We present a high-order surface quadrature (HOSQ) for accurately approximating regular surface integrals on closed surfaces. The initial step of our approach rests on exploiting square-squeezing--a homeomorphic bilinear square-simplex transformation, re-parametrizing any surface triangulation to a quadrilateral mesh. For each resulting quadrilateral domain we interpolate the geometry by tensor polynomials in Chebyshev--Lobatto grids.

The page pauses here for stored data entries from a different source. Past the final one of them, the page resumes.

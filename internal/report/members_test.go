package report

import (
	"math"
	"os"
	"path/filepath"
	"strings"
	"testing"
)

// TestMemberSummaries: members.csv lists every member with its totals and
// utilisation, highest first in the HTML with the utilisation caution; a
// report without summaries writes no members.csv, and one without a
// design basis shows totals only, with no utilisation column or caution.
func TestMemberSummaries(t *testing.T) {
	nan := math.NaN()
	r := smallReport()
	r.Design = "EN 1993-1-1"
	r.MemberSummaries = []MemberSummary{
		{Member: "B3", Gauged: true, Epochs: 6, MeasuredEpochs: 6, MinTotal: 52140.5, MaxTotal: 52325.5, TensionResistance: 2.659e6, CompressionResistance: 2.4e6, MaxUtilisation: 0.0197, MaxUtilisationTime: t0, MaxPredictedUtilisation: 0.0196},
		{Member: "D2", Gauged: true, Epochs: 6, MeasuredEpochs: 5, MinTotal: 25000, MaxTotal: 91190, TensionResistance: 1.0011e6, CompressionResistance: 7.1e5, MaxUtilisation: 0.0911, MaxUtilisationTime: t0.Add(5e9), MaxPredictedUtilisation: 0.0667},
		{Member: "U9", Epochs: 6, MinTotal: nan, MaxTotal: nan, TensionResistance: 1e6, CompressionResistance: 5e5, MaxUtilisation: nan, MaxPredictedUtilisation: nan},
	}
	dir := t.TempDir()
	if err := Write(dir, r); err != nil {
		t.Fatal(err)
	}
	csv, err := os.ReadFile(filepath.Join(dir, MembersFile))
	if err != nil {
		t.Fatal(err)
	}
	want := "member,gauged,epochs,epochs_measured,total_min_n,total_max_n,resistance_tension_n,resistance_compression_n,utilisation_max,utilisation_max_time,utilisation_predicted_max\n" +
		"B3,true,6,6,52140.5,52325.5,2.659e+06,2.4e+06,0.0197,2026-06-14T09:00:00Z,0.0196\n" +
		"D2,true,6,5,25000,91190,1.0011e+06,710000,0.0911,2026-06-14T09:00:05Z,0.0667\n" +
		"U9,false,6,0,NaN,NaN,1e+06,500000,NaN,,NaN\n"
	if string(csv) != want {
		t.Errorf("members.csv:\n%s\nwant:\n%s", csv, want)
	}
	html, _ := os.ReadFile(filepath.Join(dir, HTMLFile))
	h := string(html)
	if !strings.Contains(h, UtilisationCaution) || !strings.Contains(h, "largest utilisation (estimate)") {
		t.Errorf("index.html lacks the utilisation caution or column")
	}
	sec := h[strings.Index(h, `id="member-totals-table"`):]
	if d2, b3 := strings.Index(sec, `<tr data-member="D2"><td>D2</td><td>yes (5 of 6`), strings.Index(sec, `<tr data-member="B3"><td>B3</td>`); d2 < 0 || b3 < 0 || d2 > b3 {
		t.Errorf("member totals not ordered by utilisation (D2 at %d, B3 at %d)", d2, b3)
	}

	r.Design = ""
	dir = t.TempDir()
	if err := Write(dir, r); err != nil {
		t.Fatal(err)
	}
	html, _ = os.ReadFile(filepath.Join(dir, HTMLFile))
	if h := string(html); strings.Contains(h, UtilisationCaution) || strings.Contains(h, "largest utilisation") || !strings.Contains(h, "Member forces: totals") {
		t.Errorf("without a design basis the report shows a utilisation, or no totals")
	}
	if _, err := os.Stat(filepath.Join(writeSmall(t), MembersFile)); !os.IsNotExist(err) {
		t.Errorf("members.csv written without member summaries: %v", err)
	}
}
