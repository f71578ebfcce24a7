package report

import (
	"fmt"
	"math"
	"strconv"
	"strings"
	"time"
)

// Plot geometry in SVG user units (pixels at 100 % zoom).
const (
	plotW  = 900
	plotH  = 220
	padL   = 72
	padR   = 16
	padT   = 14
	padB   = 30
	plotCs = plotW - padL - padR // pixel columns = reduction buckets
)

// frame maps time and value to SVG coordinates.
type frame struct {
	t0, t1 int64 // unix nanoseconds
	y0, y1 float64
	h      float64 // plot height
}

func (f frame) x(t int64) float64 {
	return padL + float64(plotCs)*float64(t-f.t0)/float64(f.t1-f.t0)
}

func (f frame) y(v float64) float64 {
	return padT + (f.h-padT-padB)*(f.y1-v)/(f.y1-f.y0)
}

// px formats an SVG coordinate with one decimal.
func px(v float64) string { return strconv.FormatFloat(v, 'f', 1, 64) }

// bucket is the reduction of the epochs falling into one pixel column:
// the minimum and maximum value and the first and last time.
type bucket struct {
	lo, hi      float64
	first, last int64
	n           int
}

// envelope holds one bucket per pixel column (min/max decimation).
type envelope []bucket

// timeRange is the period drawn on the x axis, with the largest gap between
// epochs still drawn as a connected line.
type timeRange struct {
	t0, t1 int64
	maxGap int64
	// step is the median interval between epochs (0 with fewer than two).
	step int64
}

// periodRange takes the period drawn from the report's From and To, or
// when they do not give one from its epochs' first and last time. The
// step and gap threshold are set by setStep once the epochs are seen.
func periodRange(r *Report) timeRange {
	var tr timeRange
	switch {
	case !r.From.IsZero() && r.To.After(r.From):
		tr.t0, tr.t1 = r.From.UnixNano(), r.To.UnixNano()
	case len(r.Epochs) > 0:
		tr.t0, tr.t1 = r.Epochs[0].Time.UnixNano(), r.Epochs[len(r.Epochs)-1].Time.UnixNano()
	}
	if tr.t1 <= tr.t0 {
		tr.t0 -= int64(time.Second)
		tr.t1 = tr.t0 + 2*int64(time.Second)
	}
	return tr
}

// setStep sets the median interval between epochs (0: fewer than two
// epochs) and the gap threshold: five times the median interval, at least
// two pixel columns.
func (tr *timeRange) setStep(median int64) {
	tr.step, tr.maxGap = median, 5*median
	if col := (tr.t1 - tr.t0) / plotCs; tr.maxGap < 2*col {
		tr.maxGap = 2 * col
	}
}

func (tr timeRange) column(t int64) int {
	c := int(float64(t-tr.t0) * plotCs / float64(tr.t1-tr.t0))
	return min(max(c, 0), plotCs-1)
}

// limits returns the smallest and largest value of the envelopes.
func limits(envs ...envelope) (lo, hi float64, ok bool) {
	lo, hi = math.Inf(1), math.Inf(-1)
	for _, env := range envs {
		for _, b := range env {
			if b.n > 0 {
				lo, hi, ok = math.Min(lo, b.lo), math.Max(hi, b.hi), true
			}
		}
	}
	return lo, hi, ok
}

// runs calls f for each run of consecutive non-empty buckets not separated
// by more than maxGap, with the bucket indices of the run.
func runs(env envelope, maxGap int64, f func(idx []int)) {
	var cur []int
	last := int64(0)
	for i, b := range env {
		if b.n == 0 {
			continue
		}
		if len(cur) > 0 && b.first-last > maxGap {
			f(cur)
			cur = nil
		}
		cur = append(cur, i)
		last = b.last
	}
	if len(cur) > 0 {
		f(cur)
	}
}

// bucketX is the x position of a bucket: its mean time, which is the
// epoch's own time when it holds one epoch.
func bucketX(f frame, b bucket) float64 { return f.x(b.first/2 + b.last/2 + (b.first%2+b.last%2)/2) }

// linePath draws the envelope as a polyline through each bucket's minimum
// and maximum (one point when they agree), lifting the pen across gaps.
func linePath(f frame, env envelope, maxGap int64) string {
	var sb strings.Builder
	runs(env, maxGap, func(idx []int) {
		for k, i := range idx {
			b := env[i]
			x := px(bucketX(f, b))
			cmd := "L"
			if k == 0 {
				cmd = "M"
			}
			sb.WriteString(cmd + x + "," + px(f.y(b.lo)))
			if b.hi != b.lo {
				sb.WriteString("L" + x + "," + px(f.y(b.hi)))
			}
		}
	})
	return sb.String()
}

// bandPolygons draws the area between the low envelope's minimum and the
// high envelope's maximum, one polygon per run.
func bandPolygons(f frame, low, high envelope, maxGap int64) []string {
	both := make(envelope, len(low))
	for i := range low {
		if low[i].n > 0 && high[i].n > 0 {
			both[i] = bucket{lo: low[i].lo, hi: high[i].hi, first: low[i].first, last: low[i].last, n: 1}
		}
	}
	var out []string
	runs(both, maxGap, func(idx []int) {
		pts := make([]string, 0, 2*len(idx)+2)
		for _, i := range idx {
			pts = append(pts, px(bucketX(f, both[i]))+","+px(f.y(both[i].hi)))
		}
		for k := len(idx) - 1; k >= 0; k-- {
			b := both[idx[k]]
			pts = append(pts, px(bucketX(f, b))+","+px(f.y(b.lo)))
		}
		if len(idx) == 1 { // a single column: give it one pixel of width
			x := bucketX(f, both[idx[0]])
			pts = []string{px(x-0.5) + "," + px(f.y(both[idx[0]].hi)), px(x+0.5) + "," + px(f.y(both[idx[0]].hi)),
				px(x+0.5) + "," + px(f.y(both[idx[0]].lo)), px(x-0.5) + "," + px(f.y(both[idx[0]].lo))}
		}
		out = append(out, strings.Join(pts, " "))
	})
	return out
}

// niceStep returns a step of 1, 2 or 5 times a power of ten giving about n
// intervals over span.
func niceStep(span float64, n int) float64 {
	raw := span / float64(n)
	p := math.Pow(10, math.Floor(math.Log10(raw)))
	for _, m := range []float64{1, 2, 5, 10} {
		if m*p >= raw {
			return m * p
		}
	}
	return 10 * p
}

// valueTicks returns the tick values of a linear axis over [lo, hi].
func valueTicks(lo, hi float64) []float64 {
	step := niceStep(hi-lo, 5)
	var out []float64
	for v := math.Ceil(lo/step) * step; v <= hi+1e-9*step; v += step {
		if math.Abs(v) < 1e-12*step {
			v = 0
		}
		out = append(out, v)
	}
	return out
}

var timeSteps = []time.Duration{
	time.Second, 2 * time.Second, 5 * time.Second, 10 * time.Second, 15 * time.Second, 30 * time.Second,
	time.Minute, 2 * time.Minute, 5 * time.Minute, 10 * time.Minute, 15 * time.Minute, 30 * time.Minute,
	time.Hour, 2 * time.Hour, 3 * time.Hour, 6 * time.Hour, 12 * time.Hour, 24 * time.Hour, 48 * time.Hour, 7 * 24 * time.Hour,
}

// timeTicks returns about six tick times (UTC, on round values) and their
// label layout.
func timeTicks(t0, t1 int64) ([]int64, string) {
	span := time.Duration(t1 - t0)
	step := timeSteps[len(timeSteps)-1]
	for _, s := range timeSteps {
		if span/s <= 7 {
			step = s
			break
		}
	}
	layout := "15:04:05"
	switch {
	case span > 48*time.Hour:
		layout = "01-02 15:04"
	case step >= time.Minute:
		layout = "15:04"
	}
	first := (t0 + int64(step) - 1) / int64(step) * int64(step)
	var out []int64
	for t := first; t <= t1; t += int64(step) {
		out = append(out, t)
	}
	return out, layout
}

// svgPlot writes an SVG element with axes, grid and the given body.
type svgPlot struct {
	sb    *strings.Builder
	f     frame
	ticks []float64
	label func(float64) string
}

func openPlot(sb *strings.Builder, id, aria string, f frame, ticks []float64, label func(float64) string, yTitle string) *svgPlot {
	p := &svgPlot{sb: sb, f: f, ticks: ticks, label: label}
	fmt.Fprintf(sb, `<svg id="%s" class="plot" width="%d" height="%d" viewBox="0 0 %d %d" role="img" aria-label="%s" xmlns="http://www.w3.org/2000/svg">`+"\n",
		esc(id), plotW, int(f.h), plotW, int(f.h), esc(aria))
	sb.WriteString(`<g class="axes">`)
	bottom := f.h - padB
	for _, v := range ticks {
		y := px(f.y(v))
		fmt.Fprintf(sb, `<line class="grid" x1="%d" x2="%d" y1="%s" y2="%s"/>`, padL, plotW-padR, y, y)
		fmt.Fprintf(sb, `<text x="%d" y="%s" text-anchor="end">%s</text>`, padL-6, px(f.y(v)+4), esc(label(v)))
	}
	tt, layout := timeTicks(f.t0, f.t1)
	for _, t := range tt {
		x := px(f.x(t))
		fmt.Fprintf(sb, `<line class="tick" x1="%s" x2="%s" y1="%s" y2="%s"/>`, x, x, px(bottom), px(bottom+4))
		fmt.Fprintf(sb, `<text x="%s" y="%s" text-anchor="%s">%s</text>`, x, px(bottom+16), tickAnchor(f.x(t)), time.Unix(0, t).UTC().Format(layout))
	}
	fmt.Fprintf(sb, `<line class="axis" x1="%d" x2="%d" y1="%d" y2="%s"/>`, padL, padL, padT, px(bottom))
	fmt.Fprintf(sb, `<line class="axis" x1="%d" x2="%d" y1="%s" y2="%s"/>`, padL, plotW-padR, px(bottom), px(bottom))
	mid := (padT + bottom) / 2
	fmt.Fprintf(sb, `<text x="14" y="%s" text-anchor="middle" transform="rotate(-90 14 %s)">%s</text>`, px(mid), px(mid), esc(yTitle))
	sb.WriteString("</g>\n")
	return p
}

func (p *svgPlot) path(class, d string) {
	if d == "" {
		return
	}
	fmt.Fprintf(p.sb, `<path class="%s" d="%s"/>`+"\n", class, d)
}

func (p *svgPlot) polygons(class string, polys []string) {
	for _, pts := range polys {
		fmt.Fprintf(p.sb, `<polygon class="%s" points="%s"/>`+"\n", class, pts)
	}
}

// hline draws a horizontal reference line at value v with a label.
func (p *svgPlot) hline(class string, v float64, text string) {
	if v < p.f.y0 || v > p.f.y1 {
		return
	}
	y := px(p.f.y(v))
	fmt.Fprintf(p.sb, `<line class="%s" x1="%d" x2="%d" y1="%s" y2="%s"/>`, class, padL, plotW-padR, y, y)
	if text != "" {
		fmt.Fprintf(p.sb, `<text class="%s-label" x="%d" y="%s" text-anchor="end">%s</text>`, class, plotW-padR-4, px(p.f.y(v)-3), esc(text))
	}
	p.sb.WriteString("\n")
}

func (p *svgPlot) legend(items ...[2]string) {
	x := padL + 8
	for _, it := range items {
		fmt.Fprintf(p.sb, `<rect class="key %s" x="%d" y="%d" width="18" height="4"/><text class="key-label" x="%d" y="%d">%s</text>`,
			it[0], x, 4, x+22, 10, esc(it[1]))
		x += 30 + 7*len(it[1])
	}
	p.sb.WriteString("\n")
}

func (p *svgPlot) note(text string) {
	fmt.Fprintf(p.sb, `<text class="note" x="%d" y="%d">%s</text>`+"\n", padL+4, padT+12, esc(text))
}

func (p *svgPlot) close() { p.sb.WriteString("</svg>\n") }

// padded widens [lo, hi] by 5 % on each side (1 unit when empty).
func padded(lo, hi float64) (float64, float64) {
	if hi <= lo {
		d := math.Max(math.Abs(lo)*0.05, 1)
		return lo - d, hi + d
	}
	m := 0.05 * (hi - lo)
	return lo - m, hi + m
}

// tickAnchor keeps time labels near the right edge inside the plot.
func tickAnchor(x float64) string {
	if x > plotW-padR-24 {
		return "end"
	}
	return "middle"
}
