package report

import (
	"bytes"
	"encoding/csv"
	"encoding/xml"
	"flag"
	"fmt"
	"io"
	"math"
	"os"
	"path/filepath"
	"strconv"
	"strings"
	"testing"
	"time"
	"trussmonitor/internal/reconcile"
)

var update = flag.Bool("update", false, "rewrite the golden files in testdata/")

var t0 = time.Date(2026, 6, 14, 9, 0, 0, 0, time.UTC)

// smallReport is six epochs of three gauged members of the invented Alder
// Creek footbridge: D2 strays from epoch 3 on, its gauge is missing in epoch
// 2, V3 cannot be checked (redundancy 0), one unknown load is estimated.
func smallReport() *Report {
	r := &Report{
		Structure: "alder-creek", Title: "Alder Creek footbridge", ModelVersion: "sha256:9f2c41d07be3a8e5",
		From: t0, To: t0.Add(6 * time.Second), CriticalValue: 3.29, Alpha: 0.001,
		Members:  []string{"B3", "D2", "V3"},
		Patterns: []Pattern{{Name: "crowd", Unit: "1"}},
	}
	for i := 0; i < 6; i++ {
		e := Epoch{Time: t0.Add(time.Duration(i)*time.Second + 250*time.Millisecond)}
		shift := 0.0
		if i >= 3 {
			shift = 3100
		}
		e.Members = []MemberResult{
			{Present: true, Measured: 52140.5 + 37*float64(i), Predicted: 52000 + 40*float64(i), SigmaResidual: 610.25, W: 0.23 - 0.005*float64(i), Checkable: true},
			{Present: i != 2, Measured: -38400 + shift + 0.1, Predicted: -38460.125, SigmaResidual: 598, W: (60.225 + shift) / 598, Checkable: true},
			{Present: true, Measured: 120, Predicted: 0, SigmaResidual: 0, W: math.NaN(), Checkable: false},
		}
		e.Fit = Fit{ChiSquare: 3.2 + float64(i)/3, DOF: 2, PValue: math.Exp(-(3.2 + float64(i)/3) / 2), Rejected: false}
		if i >= 3 {
			e.Fit = Fit{ChiSquare: 30.1, DOF: 2, PValue: 2.9e-7, Rejected: true}
		}
		e.Loads = []LoadEstimate{{Present: true, Value: 0.4 + 0.01*float64(i), StdDev: 0.05}}
		r.Epochs = append(r.Epochs, e)
	}
	r.Events = []Event{
		{Time: t0.Add(4*time.Second + 250*time.Millisecond), Rule: "member_residual", Subject: "D2", Kind: "raised",
			W: 5.28, Size: 3160.2, SizeUnit: "N", Message: "D2 strays from prediction, \"5.3 sigma\"",
			Causes: []reconcile.RankedCause{
				{Kind: reconcile.GaugeFault, Subject: "D2-a", T: 27.9, Size: 3160.2, Unit: "N"},
				{Kind: reconcile.StiffnessChange, Subject: "D2", T: 24.1, Size: -0.081, Unit: "1"},
				{Kind: reconcile.NodalLoad, Subject: "L2", T: 9.4, Size: 5230, Unit: "N"},
				{Kind: reconcile.SupportSettlement, Subject: "L0", T: 1.2, Size: 0.0004, Unit: "m"},
			}},
		{Time: t0.Add(4*time.Second + 250*time.Millisecond), Rule: "fit_rejected", Subject: "alder-creek", Kind: "raised",
			W: math.NaN(), Size: math.NaN(), Message: "global test rejected for 2 epochs"},
		{Time: t0.Add(4*time.Second + 500*time.Millisecond), Rule: "member_shifted", Subject: "B4", Kind: "raised",
			W: 2.1, Size: 1210.5, SizeUnit: "N", Message: "B4 shifted",
			Causes: []reconcile.RankedCause{
				{Kind: reconcile.StiffnessChange, Subject: "B4", T: 51.2, Size: -29.6, Std: 0.41, Unit: "%", Group: 1},
				{Kind: reconcile.GaugeFault, Subject: "B4", T: 51.2, Size: 1210.5, Std: 17.5, Unit: "N", Group: 1},
				{Kind: reconcile.NodalLoad, Subject: "U3 y", T: 12.5, Size: -2100, Std: 600, Unit: "N", Group: 2},
				{Kind: reconcile.SupportSettlement, Subject: "L8 y", T: 11.5, Size: 2.5, Std: 0.8, Unit: "mm", Group: 3, Implausible: true},
			},
			CausesAt:   t0.Add(5 * time.Second),
			LoadShifts: []LoadShift{{Pattern: "crowd", Value: -0.31, Mean: 0.02, StdDev: 0.04, Unit: "kPa", Z: -7.31}},
			Adapted:    []reconcile.RankedCause{{Kind: reconcile.StiffnessChange, Subject: "B4", Size: -29.9, Std: 0.6, Unit: "%"}}},
		{Time: t0.Add(5*time.Second + 750*time.Millisecond), Rule: "fit_rejected", Subject: "alder-creek", Kind: "cleared",
			W: math.NaN(), Size: math.NaN()},
	}
	return r
}
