package report

import (
	"bytes"
	"math"
	"os"
	"path/filepath"
	"testing"
	"time"
)

// TestStreamDropsUnusedPatternColumns streams the small report with two
// more pattern columns, one estimated in some epochs and one never, drops
// the unused one at Finish, and compares every file with Write of the same
// report built with only the kept columns.
func TestStreamDropsUnusedPatternColumns(t *testing.T) {
	full := smallReport()
	full.Patterns = append(full.Patterns, Pattern{Name: "panel_3", Unit: "kN", Reference: 1}, Pattern{Name: "panel_5", Unit: "1"})
	for i := range full.Epochs {
		e := &full.Epochs[i]
		e.Loads = append(e.Loads, LoadEstimate{Present: i >= 4, Value: 2.5 + float64(i), StdDev: 0.5}, LoadEstimate{})
	}
	want := *full
	want.Patterns = full.Patterns[:2]
	want.Epochs = nil
	for _, e := range full.Epochs {
		e.Loads = e.Loads[:2]
		want.Epochs = append(want.Epochs, e)
	}
	wantDir := t.TempDir()
	if err := Write(wantDir, &want); err != nil {
		t.Fatal(err)
	}

	head := *full
	head.Epochs = nil
	dir := filepath.Join(t.TempDir(), "report")
	s, err := NewStream(dir, &head)
	if err != nil {
		t.Fatal(err)
	}
	for _, e := range full.Epochs {
		if err := s.Add(e); err != nil {
			t.Fatal(err)
		}
	}
	if err := s.Finish([]bool{true, true, false}); err != nil {
		t.Fatal(err)
	}
	if len(head.Patterns) != 2 || head.Patterns[1].Name != "panel_3" {
		t.Errorf("patterns after Finish %+v, want crowd and panel_3", head.Patterns)
	}
	for _, name := range []string{EpochsFile, EventsFile, HTMLFile} {
		a, err1 := os.ReadFile(filepath.Join(dir, name))
		b, err2 := os.ReadFile(filepath.Join(wantDir, name))
		if err1 != nil || err2 != nil {
			t.Fatal(err1, err2)
		}
		if !bytes.Equal(a, b) {
			t.Errorf("%s of the stream differs from Write's", name)
		}
	}
	ents, _ := os.ReadDir(dir)
	if len(ents) != 3 {
		t.Errorf("report folder holds %d entries, want 3 (no temporaries)", len(ents))
	}
}

// TestStreamAbort: an unfinished stream leaves no file, and no folder when
// it created it; Add after Abort fails; a stream needs its period.
func TestStreamAbort(t *testing.T) {
	r := smallReport()
	head := *r
	head.Epochs = nil
	dir := filepath.Join(t.TempDir(), "report")
	s, err := NewStream(dir, &head)
	if err != nil {
		t.Fatal(err)
	}
	if err := s.Add(r.Epochs[0]); err != nil {
		t.Fatal(err)
	}
	s.Abort()
	if _, err := os.Stat(dir); !os.IsNotExist(err) {
		t.Errorf("report folder left after Abort: %v", err)
	}
	if err := s.Add(r.Epochs[1]); err == nil {
		t.Errorf("Add after Abort accepted")
	}
	head.From = time.Time{}
	if _, err := NewStream(dir, &head); err == nil {
		t.Errorf("stream without a period accepted")
	}
}

// TestStepCounterMedian: exact median of the epoch intervals while they
// are few distinct values (a replay's epochs close on window boundaries),
// within 1/32 once there are more than maxDistinctSteps.
func TestStepCounterMedian(t *testing.T) {
	var c stepCounter
	for i := 0; i < 1000; i++ {
		d := int64(time.Second)
		if i%10 == 0 {
			d = 5 * int64(time.Second)
		}
		c.add(d)
	}
	if m := c.median(); m != int64(time.Second) {
		t.Errorf("median %v, want 1s", time.Duration(m))
	}
	var many stepCounter
	const n = 3 * maxDistinctSteps
	for i := int64(1); i <= n; i++ {
		many.add(i * 1000)
	}
	if len(many.counts) > maxDistinctSteps || !many.coarse {
		t.Errorf("%d distinct intervals kept (coarse %v), want at most %d", len(many.counts), many.coarse, maxDistinctSteps)
	}
	exact := float64(n/2+1) * 1000 // element n/2 of 1000, 2000, ...
	if m := float64(many.median()); math.Abs(m-exact) > exact/32 {
		t.Errorf("median %v, want %v within 1/32", m, exact)
	}
}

Posterior the tensor-product Clenshaw-Curtis quadrature is applied to compute the resulting integral. We demonstrate efficiency, fast runtime performance, high-order accuracy, and robustness for complex geometries.

翻译：我们提出了一种高阶曲面求积法（HOSQ），用于精确逼近封闭曲面上的规则曲面积分。该方法的第一步基于利用方形压缩变换——一种同胚的双线性方形-单纯形变换，将任意曲面三角剖分重新参数化为四边形网格。对于每个生成的四边形域，我们通过切比雪夫-洛巴托网格上的张量多项式插值几何形状。随后应用张量积克伦肖-柯蒂斯求积法计算所得积分。我们展示了该方法在复杂几何形状上的高效性、快速运行性能、高阶精度及鲁棒性。